Dari sinilah Guru Bakhiet menyiarkan tarekat Alawiyah lewat wirid yang dibaca
dalam setiap pengajiannya. Tentang Tarekat Alawiyah, Tuan Guru Haji Muhammad
Bakhiet mengucapkan bahwa Tarekat Alawiyah itu zhahirnya Ghazaliyah, batinnya
Syadziliyah. Itulah sebabnya dalam banyak pengajiannya menggunakan kitab-kitab
karangan Imam Ghazali, seperti Bidayah al-Hidayah, Minhaj al-’Abidin, dan Ihya Ulumiddin; juga kitab
Al-Hikam maupun Tajul ‘Arus li Tahdzib an-Nufus karangan Imam Ibnu Athaillah
as-Sakandari..
Ceramah
Guru Bakhiet mampu melunakkan hati yang membatu, menyejukkan kalbu. Meski
dengan suara yang agak datar, tetapi mampu membuat hati bergetar. Walau dengan
suara yang terkadang sendu, tetapi justru membuat hati semakin rindu. Sejak
sekitar bulan September 2013, bagi kita yang berdomisili di luar Kalimantan,
bisa mengikuti rekaman pengajian Guru Bakhiet melalui saluran Aswaja TV.

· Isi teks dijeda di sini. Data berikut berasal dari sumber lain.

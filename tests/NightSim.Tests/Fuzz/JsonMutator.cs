using System.Globalization;
using System.Text;
using System.Text.Json;
using NightSim.Tests.Fixtures;

namespace NightSim.Tests.Fuzz;
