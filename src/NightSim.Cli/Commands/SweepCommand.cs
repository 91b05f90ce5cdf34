using System.CommandLine;
using System.Globalization;
using NightSim.Cli.Plotting;
using NightSim.Netlist;
using NightSim.Reporting;
using NightSim.Runs;
using NightSim.Studies;
using Spectre.Console;

namespace NightSim.Cli.Commands;

/// <summary>`nightsim sweep NETLIST --vary PART.PARAM=VALUES [--vary ...] [--scenario FILE] [--workers N]
/// [--shard i/n] [--out DIR] [--format text|json]`: a night run at every point of a grid of part values.</summary>
internal static class SweepCommand
{
    public const string DefaultOut = "nightsim-sweep";

    public static Command Create()
    {
        var command = new Command("sweep",
            "Run the scenario at every value (or pair of values) of one or two part parameters: an outcome table, " +
            "sweep.json (points[]), sweep.csv, sweep.html and a line plot (one parameter) or heat map (two) with the target boundary.");
        StudyCommon.Options o = StudyCommon.Add(command, DefaultOut, severalScenarios: true);
        var vary = new Option<string[]>("--vary")
        {
            Description = "PART.PARAM=VALUES: a list (10n,22n,47n), a range with a count (1n..100n/7, log-spaced over a decade or more) or a series (E12:1n..100n). " +
                "scenario.PATH=VALUES sets a number in the scenario instead (scenario.events[0].peakLux=1k..20k/5). Repeat for a second parameter.",
            HelpName = "PART.PARAM=VALUES",
            Required = true,
            AllowMultipleArgumentsPerToken = false,
        };
        command.Options.Add(vary);
        command.SetAction(pr => CliErrors.Run(pr, (output, error) =>
        {
            try
            {
                if (pr.GetValue(o.Workers) is int w && w < 1) throw new UsageException("--workers: give at least 1");
                ShardSpec shard = StudyCommon.ParseShard(pr.GetValue(o.Shard));
                FileInfo[] scenarioFiles = pr.GetValue(o.Scenario) ?? [];
                NightRunRequest request = StudyCommon.Load(pr.GetValue(o.Netlist)!.ToString(), scenarioFiles.Length > 0 ? scenarioFiles[0].ToString() : null, error);
                var specs = pr.GetValue(vary)!.ToList();
                if (specs.Any(v => v.StartsWith(SweepAxis.ScenarioPrefix + "=", StringComparison.Ordinal)))
                {
                    throw new UsageException("--vary scenario=…: give several scenarios as --scenario FILE --scenario FILE");
                }
                if (scenarioFiles.Length > 1) specs.Add(SweepAxis.ScenarioPrefix + "=" + string.Join(",", scenarioFiles.Select(f => f.ToString())));
                ScenarioVariants? variants = Variants(specs, request.ScenarioPath!);
                List<SweepAxis> axes = Axes(request.Netlist, specs, variants);
                var study = new SweepStudy(request, axes, variants);
                if (study.Total > 100_000) throw new UsageException($"--vary: {study.Total} points is too many; keep it under 100000");
                string dir = StudyCommon.OutDir(pr.GetValue(o.Out), DefaultOut);
                StudyHeader header = study.Header(StudyCommon.Tool);
                (List<SweepPoint> done, bool complete) = StudyCommon.RunItems("sweep points", shard.Indices(study.Total), study.Run, pr.GetValue(o.Workers), !pr.GetValue(o.NoProgress), error);
                done = StudyCommon.Normalise(done, SweepPoint.Read);
                if (!shard.IsWhole) return StudyCommon.WriteShard(shard, dir, header, done, complete, study.Total, "points", output, error);
                return OutputException.Guard(dir, () => Finish(header, request.Netlist, axes, done, complete, dir, pr.GetValue(o.Format)!, output, error));
            }
            catch (UsageException u)
            {
                error.WriteLine(u.Message);
                return CliErrors.Usage;
            }
        }));
        return command;
    }

    /// <summary>The scenario files the axes need (several files, or one whose numbers are swept), read once; null when
    /// every axis is a part parameter. A file that cannot be read is an input error (exit 2).</summary>
    public static ScenarioVariants? Variants(IReadOnlyList<string> specs, string scenarioPath)
    {
        string? files = specs.FirstOrDefault(v => v.StartsWith(SweepAxis.ScenarioPrefix + "=", StringComparison.Ordinal));
        if (files is not null) return ScenarioVariants.Read([.. files[(SweepAxis.ScenarioPrefix.Length + 1)..].Split(',')]);
        return specs.Any(v => v.StartsWith(SweepAxis.ScenarioPrefix + ".", StringComparison.Ordinal)) ? ScenarioVariants.Read([scenarioPath]) : null;
    }

    /// <summary>The axes of the --vary options (a mistake is a usage error naming the part or the scenario file).</summary>
    public static List<SweepAxis> Axes(NetlistDefinition net, IEnumerable<string> specs, ScenarioVariants? scenarios = null)
    {
        var axes = new List<SweepAxis>();
        foreach (string spec in specs)
        {
            SweepAxis axis = SweepStudy.Axis(net, spec, out string? err, scenarios) ?? throw new UsageException(err!);
            if (axes.Any(a => a.Key == axis.Key)) throw new UsageException($"--vary: {axis.Key} is given twice");
            axes.Add(axis);
        }
        if (axes.Count == 0) throw new UsageException("--vary: give at least one PART.PARAM=VALUES");
        return axes;
    }

    public static int Finish(StudyHeader header, NetlistDefinition net, IReadOnlyList<SweepAxis> axes, List<SweepPoint> points, bool complete, string dir,
        string format, TextWriter output, TextWriter error)
    {
        var report = new SweepReport(header, axes, points, complete, NightSim.Supply.MainsExposure.Cautions(net));
        var written = new List<string>();
        string? warning = null;
        var figures = new List<HtmlFigure>();
        LightTargets targets = LightTargets.Of(header.Scenario);
        if (axes.Count == 1 && points.Count > 0)
        {
            SweepAxis a = axes[0];
            var on = points.Select(p => (p.Values[0].Value, p.Outcome.OnSeconds is double s && !p.Outcome.NeverEnds ? s / 3600 : (double?)null, p.Outcome.Pass)).ToList();
            var lines = new List<(string, double)>();
            if (targets.OnMin is double lo) lines.Add(("target min", lo / 3600));
            if (targets.OnMax is double hi) lines.Add(("target max", hi / 3600));
            figures.Add(StudyCommon.Plot(StudyPlots.Line($"On-time against {a.Key}", report.Summary() + "; crosses: points that miss a target (false trigger, missed night, …)",
                a.Key, a.Unit, a.LogScale, "on-time of the dusk switch-on (h)", on, lines), dir, "sweep-on-time", $"On-time against {a.Key} with the target range", written, ref warning));
            var ft = points.Select(p => (p.Values[0].Value, (double?)(p.Outcome.FalseTriggers + (p.Outcome.Missed ? 0 : 0)), p.Outcome.Pass)).ToList();
            figures.Add(StudyCommon.Plot(StudyPlots.Line($"False triggers against {a.Key}", "switch-ons not caused by dusk; the target is none", a.Key, a.Unit, a.LogScale,
                "false triggers", ft, [("target: none", 0)]), dir, "sweep-false-triggers", $"False triggers against {a.Key}", written, ref warning));
        }
        else if (axes.Count >= 2 && points.Count > 0)
        {
            SweepAxis ax = axes[0], ay = axes[1];
            var byCell = points.Where(p => axes.Count == 2).ToDictionary(p => (Array.IndexOf([.. ax.Values], p.Values[0].Value), Array.IndexOf([.. ay.Values], p.Values[1].Value)));
            figures.Add(StudyCommon.Plot(StudyPlots.HeatMap($"Targets over {ax.Key} × {ay.Key}", report.Summary() + "; green passes, red fails, black line: the target boundary; cells: on-time / problems",
                ax.Key, [.. ax.Values.Select(ax.Label)], ay.Key, [.. ay.Values.Select(ay.Label)],
                (i, j) => byCell.TryGetValue((i, j), out SweepPoint? p) ? (p.Outcome.Pass, CellText(p.Outcome)) : (false, "not run")),
                dir, "sweep-map", $"Pass/fail map over {ax.Key} × {ay.Key}", written, ref warning));
        }
        string json = Path.Combine(dir, "sweep.json"), csv = Path.Combine(dir, "sweep.csv"), html = Path.Combine(dir, "sweep.html");
        AtomicFile.Write(json, st => st.Write(report.Json()));
        AtomicFile.WriteText(csv, report.Csv());
        AtomicFile.WriteText(html, report.Html(figures));
        written.AddRange([json, csv, html]);
        if (format == "json") output.Write(System.Text.Encoding.UTF8.GetString(report.Json()));
        else
        {
            IAnsiConsole console = Rendering.Terminal.For(output);
            Rendering.TerminalReport.ConfigureWidth(console);
            if (report.Cautions.Count > 0) console.MarkupLine("[yellow]CAUTION: mains voltage.[/] " + Markup.Escape(string.Join(" ", report.Cautions)));
            var table = new Table { Border = TableBorder.Rounded, Title = new TableTitle($"Sweep of {Markup.Escape(header.Netlist)}") };
            foreach (string h in report.Heads) table.AddColumn(Markup.Escape(h));
            foreach (IReadOnlyList<string> row in report.Rows())
            {
                bool bad = row[0].StartsWith('!');
                table.AddRow(row.Select((c, i) => (i == 0 && bad ? "[red]" + Markup.Escape(c[1..]) + "[/]" : Markup.Escape(c))).ToArray());
            }
            console.Write(table);
            console.MarkupLine(Markup.Escape(report.Summary()));
            console.MarkupLine($"[grey]wrote {written.Count} files to {Markup.Escape(dir)}: sweep.html, sweep.json, sweep.csv and plots[/]");
        }
        if (warning is not null) error.WriteLine("warning: " + warning);
        if (!complete)
        {
            error.WriteLine($"stopped by Ctrl+C: {points.Count} of {header.Total} points finished; the files in {dir} cover those points only");
            return StudyCommon.Interrupted;
        }
        return CliErrors.Success;
    }

    private static string CellText(StudyOutcome o)
    {
        string on = o.OnSeconds is double s ? (o.NeverEnds ? "never ends" : (s / 3600).ToString("0.0", CultureInfo.InvariantCulture) + " h") : o.Missed ? "missed" : "—";
        var issues = new List<string>();
        if (o.FalseTriggers > 0) issues.Add(o.FalseTriggers.ToString(CultureInfo.InvariantCulture) + " false");
        if (o.ChatterBursts > 0) issues.Add("chatter");
        if (o.EarlyOffs > 0) issues.Add("early off");
        if (!o.Pass && issues.Count == 0 && o.FailedTargets.Length > 0) issues.Add("target: " + o.FailedTargets);
        return issues.Count == 0 ? on : on + "\n" + string.Join(", ", issues);
    }
}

Saat pandemi COVID-19 ini, Guru Bakhiet mengimbau kepada masyarakat muslim untuk memperbanyak melakukan amalan-amalan, seperti memperbanyak istighfar, sedekah, serta memperbanyak membaca sholawat dan doa tawassul. Semoga kita umat muslim selalu mendapat perlindung-Nya dan memperoleh kebaikan, serta semoga selalu dalam ketaatan ibadah kepada-Nya.